First, let's consider the chunkiness" of our documents. Firestore pricing is primarily based (at least in our case) on the number of document reads we perform. One option would be to make each object in each collection its own document - so there'd be one document per constituency, one per party, one per candidate, one per result, etc. That would involve reading thousands of documents when starting the server, which could end up being relatively expensive - and I'd expect it to be slower than reading the same amount of data in a much smaller number of documents.

At the other end of the chunkiness spectrum, we could try storing the whole context in a single document. That wouldn't work due to the Firestore storage limits: each document (not including documents in nested collections) has a maximum size of about 1MB. (See the docs for details of how the document size is calculated.)

Handling the data in Firestore roughly the same way as on disk works pretty well - putting each collection in its own document. The only document I'd be nervous about here is the collection of projection sets. Each projection set has details of the projections for up to 650 constituencies (more commonly 632, as few projection sets include projections for Northern Ireland). Right now, that's fine - but if there are a lot of projection sets before the election, we could hit the 1MB document limit. I'm sure there would be ways I could optimize how much data is stored - there's a lot of redundancy in party IDs, field names etc - but I'd prefer not to get into that if I could avoid it. So instead, I've chosen to store each projection set in its own document.

So, how should we store contexts? Initially I just used a static set of document names (typically an all-values document within a Firestore collection named after the collection in the context - so results-2024/all-values, results-2029/all-values etc) but that doesn't satisfy the consistency requirement... at least not in a trivial way. Firestore supports transactions, so in theory I could commit all the data for a new context at the same time, and then read within a transaction as well, to effectively get a consistent snapshot at a point in time. I'm sure that would work, but it would be at least a little more fiddly to use transactions than to not do so.

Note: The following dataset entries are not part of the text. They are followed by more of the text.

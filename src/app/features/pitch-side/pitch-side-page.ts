import { ChangeDetectionStrategy, Component } from '@angular/core';

/** Placeholder until the screen is built. */
@Component({
  selector: 'cw-pitch-side-page',
  template: '<section class="cw-page"><h1>Pitch-side</h1></section>',
  changeDetection: ChangeDetectionStrategy.OnPush,
})
export class PitchSidePage {}
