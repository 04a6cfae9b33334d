/** The timed plan Conewise proposes. Produced by engine/, stored by server/, drawn by src/. */
import type { Equipment, PlanRequest } from './plan-request';

export const ACTIVITY_KINDS = [
  'ball-mastery',
  'passing-finishing',
  'keep-ball',
  'pairs',
  'small-sided-game',
  'movement-prep',
] as const;
export type ActivityKind = (typeof ACTIVITY_KINDS)[number];

export interface Point {
  x: number;
  y: number;
}

export interface Area {
  width: number;
  length: number;
}

export interface StationRoles {
  attackers?: string[];
  defenders?: string[];
  goalkeeper?: string[];
  /** Order in which players take turns or swap roles. */
  rotation?: string[];
}

export interface GoalPlacement extends Point {
  /** Which way the goal mouth faces, in degrees: 0 = along +y. */
  facing: number;
  kind: 'goal' | 'gate';
}

export interface Station {
  id: string;
  activityId: string;
  activityKind: ActivityKind;
  /** A short name of our own for the activity, shown on cards. */
  title: string;
  playerIds: string[];
  /** 1 when an adult joins the group to make numbers work. */
  coachJoins: 0 | 1;
  roles: StationRoles;
  area: Area;
  /** Metres from the space's origin corner to the station's nearest corner. */
  position: Point;
  equipment: Equipment;
  /** Cone positions in metres, in the space's coordinates. */
  conePositions: Point[];
  /** Goals or cone gates in the space's coordinates. */
  goalPositions?: GoalPlacement[];
  progressions: { easier: string[]; harder: string[] };
  coachingPoints: string[];
  /** What the players do, in a sentence or two. */
  description: string;
  /** Players beyond the activity's active slots (at most one by the club's rule). */
  waiting?: number;
}

export interface Phase {
  name: string;
  activityId: string;
  startMinute: number;
  endMinute: number;
  stations: Station[];
  /** Relative intensity 1 (gentle) … 5 (match pace). */
  intensity?: number;
}

export interface Notice {
  code: string;
  message: string;
  source?: string;
}

export interface TraceEntry {
  ruleId: string;
  description?: string;
  fired: boolean;
  /** What the rule changed, in words a head of coaching reads. */
  effect?: string;
}

export interface Plan {
  request: PlanRequest;
  phases: Phase[];
  equipmentNeeded: Equipment;
  equipmentAvailable: Equipment;
  /** Estimated touches per player id over the whole plan (an estimate from per-activity rates). */
  touches: Record<string, number>;
  /** Share (0–1) of player-minutes on the ball or in play. */
  activeShare: number;
  warnings: Notice[];
  cautions: Notice[];
  trace: TraceEntry[];
  ruleSet: { id: string; version: number };
  seed: string;
  /** Says that touches and activeShare are estimates from the rule set's per-activity rates. */
  estimateNote?: string;
  /** Activities the club rules ruled out for this request, and why (for the swap menu). */
  forbiddenActivities?: ForbiddenActivity[];
  /** Pitch-side arrivals and departures; phases that ended before a change keep the old roster. */
  rosterChanges?: RosterChangeRecord[];
}

export interface RosterChangeRecord {
  fromMinute: number;
  added: string[];
  removed: string[];
}

export interface ForbiddenActivity {
  kind?: ActivityKind;
  activityId?: string;
  reason: string;
}
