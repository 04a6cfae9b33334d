/**
 * Published pitch and ball facts the product uses for presets (space choices in the plan
 * wizard) and reference checks. Each constant names its source.
 */
import type { AgeGroup } from './plan-request';
import type { Space } from './plan-request';

export const METRES_PER_YARD = 0.9144;

export interface Range {
  min: number;
  max: number;
}

/** IFAB Laws of the Game, Law 1 (The Field of Play): full-size pitch geometry, metres. */
export const IFAB_LAW_1 = {
  touchlineM: { min: 90, max: 120 },
  goalLineM: { min: 45, max: 90 },
  goalWidthM: 7.32,
  goalHeightM: 2.44,
  centreCircleRadiusM: 9.15,
  penaltyAreaDepthM: 16.5,
} as const;

export interface SmallSidedStandard {
  ages: AgeGroup[];
  format: string;
  lengthYd: Range;
  widthYd: Range;
  ballSize: 3 | 4 | 5;
}

/** US Soccer Player Development Initiatives (2016): small-sided formats, field sizes and ball sizes. */
export const US_SOCCER_SMALL_SIDED_2016: SmallSidedStandard[] = [
  {
    ages: ['U6', 'U7', 'U8'],
    format: '4v4',
    lengthYd: { min: 25, max: 35 },
    widthYd: { min: 15, max: 25 },
    ballSize: 3,
  },
  {
    ages: ['U9', 'U10'],
    format: '7v7',
    lengthYd: { min: 55, max: 65 },
    widthYd: { min: 35, max: 45 },
    ballSize: 4,
  },
  {
    ages: ['U11', 'U12'],
    format: '9v9',
    lengthYd: { min: 70, max: 80 },
    widthYd: { min: 45, max: 55 },
    ballSize: 4,
  },
];

/** Ball size by age group: 3 for U6–U8, 4 for U9–U12, 5 from U13 (US Soccer, 2016). */
export function ballSizeFor(age: AgeGroup): 3 | 4 | 5 {
  return US_SOCCER_SMALL_SIDED_2016.find((s) => s.ages.includes(age))?.ballSize ?? 5;
}

export interface SpacePreset {
  id: 'full' | 'half' | 'third';
  label: string;
  space: Space;
}

const mid = (r: Range) => (r.min + r.max) / 2;

/**
 * The age group's format pitch (midpoint of the published ranges) and its half and third,
 * split along the length. From U13 the 11v11 pitch uses the middle of IFAB Law 1's ranges.
 */
export function spacePresetsFor(age: AgeGroup): SpacePreset[] {
  const standard = US_SOCCER_SMALL_SIDED_2016.find((s) => s.ages.includes(age));
  const full: Space = standard
    ? {
        width: round1(mid(standard.widthYd) * METRES_PER_YARD),
        length: round1(mid(standard.lengthYd) * METRES_PER_YARD),
      }
    : { width: mid(IFAB_LAW_1.goalLineM), length: mid(IFAB_LAW_1.touchlineM) };
  const format = standard?.format ?? '11v11';
  return [
    { id: 'full', label: `Full ${format} pitch`, space: full },
    {
      id: 'half',
      label: `Half a ${format} pitch`,
      space: { width: full.width, length: round1(full.length / 2) },
    },
    {
      id: 'third',
      label: `A third of a ${format} pitch`,
      space: { width: full.width, length: round1(full.length / 3) },
    },
  ];
}

function round1(x: number): number {
  return Math.round(x * 10) / 10;
}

Another option would be to have a collection per context - so whenever I made a change at all, I'd create a new collection, with a complete set of documents within that collection to represent the context. We'd still need to work out how to avoid starting to read a context while it's being stored, but at least we wouldn't be modifying any documents, so it's easier to reason about. Again, I'm sure that would work - but it feels really wasteful when we consider one really important point about the data:

Almost all the data changes at a glacial pace.

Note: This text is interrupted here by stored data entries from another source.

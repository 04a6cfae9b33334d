import { computed, inject, Injectable } from '@angular/core';
import { DEFAULT_UNITS, type Units } from '../../../../shared/units';
import { AuthStore } from '../auth/auth-store';

/**
 * The units the signed-in person reads and types (their own choice, else the club's), from the
 * signed-in user; metres and °C for anyone else (a helper's view, a session stored before units).
 */
@Injectable({ providedIn: 'root' })
export class UnitChoice {
  private readonly auth = inject(AuthStore);

  /** Distance and temperature units together. */
  readonly units = computed<Units>(() => this.auth.user()?.units ?? DEFAULT_UNITS);
  readonly distance = computed(() => this.units().distance);
  readonly temperature = computed(() => this.units().temperature);
}
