/**
 * The stack the browser benchmarks measure: the production client (built now, or the build that
 * is there with SKIP_CLIENT_BUILD=1, compressed as `npm run build` does), served with the demo club
 * by the e2e suite's throwaway set-up. Returns the app's address; `teardown` stops it all.
 */
import { precompressClient } from '../../../server/build/precompress';
import { buildClient } from '../../../server/client-build';
import { setup } from '../../support/e2e-global-setup';

export { teardown } from '../../support/e2e-global-setup';

export async function startBenchStack(): Promise<string> {
  if (process.env['SKIP_CLIENT_BUILD'] === '1') precompressClient();
  else if (!buildClient(() => undefined))
    throw new Error('The client build failed: run `npm run build` to see why.');
  process.env['SKIP_CLIENT_BUILD'] = '1';
  const provided = new Map<string, string>();
  await setup({ provide: (key: string, value: string) => provided.set(key, value) } as never);
  return provided.get('baseUrl')!;
}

There are rarely new parties, new constituencies, new by-elections etc. The data for the 2019 and 2024 elections isn't going to change at this point, modulo schema changes etc. Existing polls and projection sets are almost never modified (although it can happen, if I had a bug in the processing code or some bad metadata). In other words, the vast majority of the data in a new" context is the same as in the old" context.

Manifest-based storage

Thinking about this, I hit on the idea of having a manifest" for a context, and storing that in one document. Each collection in the context is still be a single document, but the name of that document would be based on a hash (SHA-256 in the current implementation) - and the manifest records which documents are in the context. When storing a new context, if a document with the same name that we would write already exists, we can just skip it. (I'm assuming that there won't be any hash collisions - which feels reasonable.) So for example, the common operation of add a poll" only needs to write a new document for all the polls" (which will admittedly be largely the same as the previous all the polls" document) and then write a new manifest which refers to that new document. For seat projections, there's a list of documents instead of a single document.

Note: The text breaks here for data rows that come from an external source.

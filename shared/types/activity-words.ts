/**
 * Words and colours for the engine's activity codes, shared by the screens and the printed card
 * so both say and draw the same thing.
 */
import '../i18n/localize';
import type { ActivityKind, PositionRole } from './plan';
import type { Focus } from './plan-request';

export const ACTIVITY_KIND_LABELS: Record<ActivityKind, string> = {
  'ball-mastery': $localize`:kind of activity:Ball mastery`,
  'tag-game': $localize`:kind of activity:Tag game`,
  duel: $localize`:kind of activity:1v1 duels`,
  'receiving-turning': $localize`:kind of activity:Receive and turn`,
  'passing-pattern': $localize`:kind of activity:Passing practice`,
  'passing-finishing': $localize`:kind of activity:Passing and finishing`,
  'shooting-game': $localize`:kind of activity:Shooting game`,
  'keep-ball': $localize`:kind of activity:Keep-ball`,
  'directional-possession': $localize`:kind of activity:Possession to a target`,
  transition: $localize`:kind of activity:Transition game`,
  'small-sided-game': $localize`:kind of activity:Small-sided game`,
  goalkeeping: $localize`:kind of activity:Goalkeepers’ warm-up`,
  speed: $localize`:kind of activity:Speed`,
  'movement-prep': $localize`:kind of activity:Movement preparation`,
  'cool-down': $localize`:kind of activity:Cool-down`,
  break: $localize`:kind of activity:Drinks break`,
};

export const FOCUS_LABELS: Record<Focus, string> = {
  passing: $localize`:focus of a session:Passing`,
  receiving: $localize`:focus of a session:Receiving`,
  dribbling: $localize`:focus of a session:Dribbling`,
  '1v1': $localize`:focus of a session:1v1`,
  finishing: $localize`:focus of a session:Finishing`,
  pressing: $localize`:focus of a session:Pressing`,
  possession: $localize`:focus of a session:Possession`,
  transition: $localize`:focus of a session:Transition`,
  goalkeeping: $localize`:focus of a session:Goalkeeping`,
  speed: $localize`:focus of a session:Speed`,
};

/**
 * How each start position is drawn: its fill, the number's colour (4.5:1 or better against the
 * fill, WCAG 2.1 AA) and its legend words.
 */
export const POSITION_STYLE: Record<PositionRole, { fill: string; text: string; label: string }> = {
  player: { fill: '#0b4f56', text: '#ffffff', label: $localize`:diagram legend:Player` },
  attacker: { fill: '#21508f', text: '#ffffff', label: $localize`:diagram legend:Attacker` },
  defender: { fill: '#b8342a', text: '#ffffff', label: $localize`:diagram legend:Defender (bib)` },
  goalkeeper: { fill: '#f2c230', text: '#1b1b1b', label: $localize`:diagram legend:Goalkeeper` },
  'team-a': { fill: '#b84d17', text: '#ffffff', label: $localize`:diagram legend:Side A (bibs)` },
  'team-b': { fill: '#21508f', text: '#ffffff', label: $localize`:diagram legend:Side B` },
  server: { fill: '#6b3d98', text: '#ffffff', label: $localize`:diagram legend:Server` },
  neutral: { fill: '#5f6b66', text: '#ffffff', label: $localize`:diagram legend:Neutral` },
  coach: { fill: '#ffffff', text: '#1b1b1b', label: $localize`:diagram legend:Coach` },
};

/** Colours of the kit in a diagram. */
export const MARKER_STYLE = {
  cone: '#e8742a',
  goal: '#2b2b2b',
  gate: '#e8742a',
  zone: 'rgba(242, 194, 48, 0.25)',
  line: '#ffffff',
} as const;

Loading a context from scratch requires loading the manifest and then loading all the documents it refers to. But importantly, loading a new context can be really efficient:

  • See whether there's a new manifest. If there isn't, we're done.
  • Otherwise, load the new manifest.
  • For each document in the new manifest, see whether that's the same document that was in the old manifest. If it is, the data hasn't changed so we can use the old data model, adapted to update any cross-references. (More on that below.) If it's actually a new document, we need to deserialize it as normal.

This leaves garbage" documents in terms of old manifests, and old documents which are only referenced by old manifests. These don't actually do any harm - the amount of storage taken is really pretty minimal - but they do make it slightly more difficult to examine the data in the Firestore console. Fortunately, it's simple to just prune storage periodically: delete any manifests which were created more than 10 minutes ago (just in case any server is still in the process of loading data from recently-created-but-not-latest manifests), and delete any documents which aren't referenced from the remaining manifests. This is the only time that code accessing storage needs to know which implementation it's talking to - because the pruning operation only exists for Firestore.

Cross-referencing

As discussed in the previous post, there are effectively two layers of data models in the context: core and non-core. Core models are loaded first, and don't refer to each other. Non-core models don't refer to each other, but can refer to core models.

If any of the core collections has changed in the manifest, we need to create a new core context. If none of them has changed, we can keep the whole old" core context as it is (i.e. reuse the existing ElectionCoreContext object). In that case, any non-core models which haven't changed in storage can be reused as well - all their references will still be valid.

If the core context has changed - so we've got a new ElectionCoreContext - then any non-core models which haven't changed in storage need to be recreated to refer to the new core context. (For example, if a candidate were to change name, then the displaying the 2024 election results should display that new name, even though the election results themselves haven't changed.)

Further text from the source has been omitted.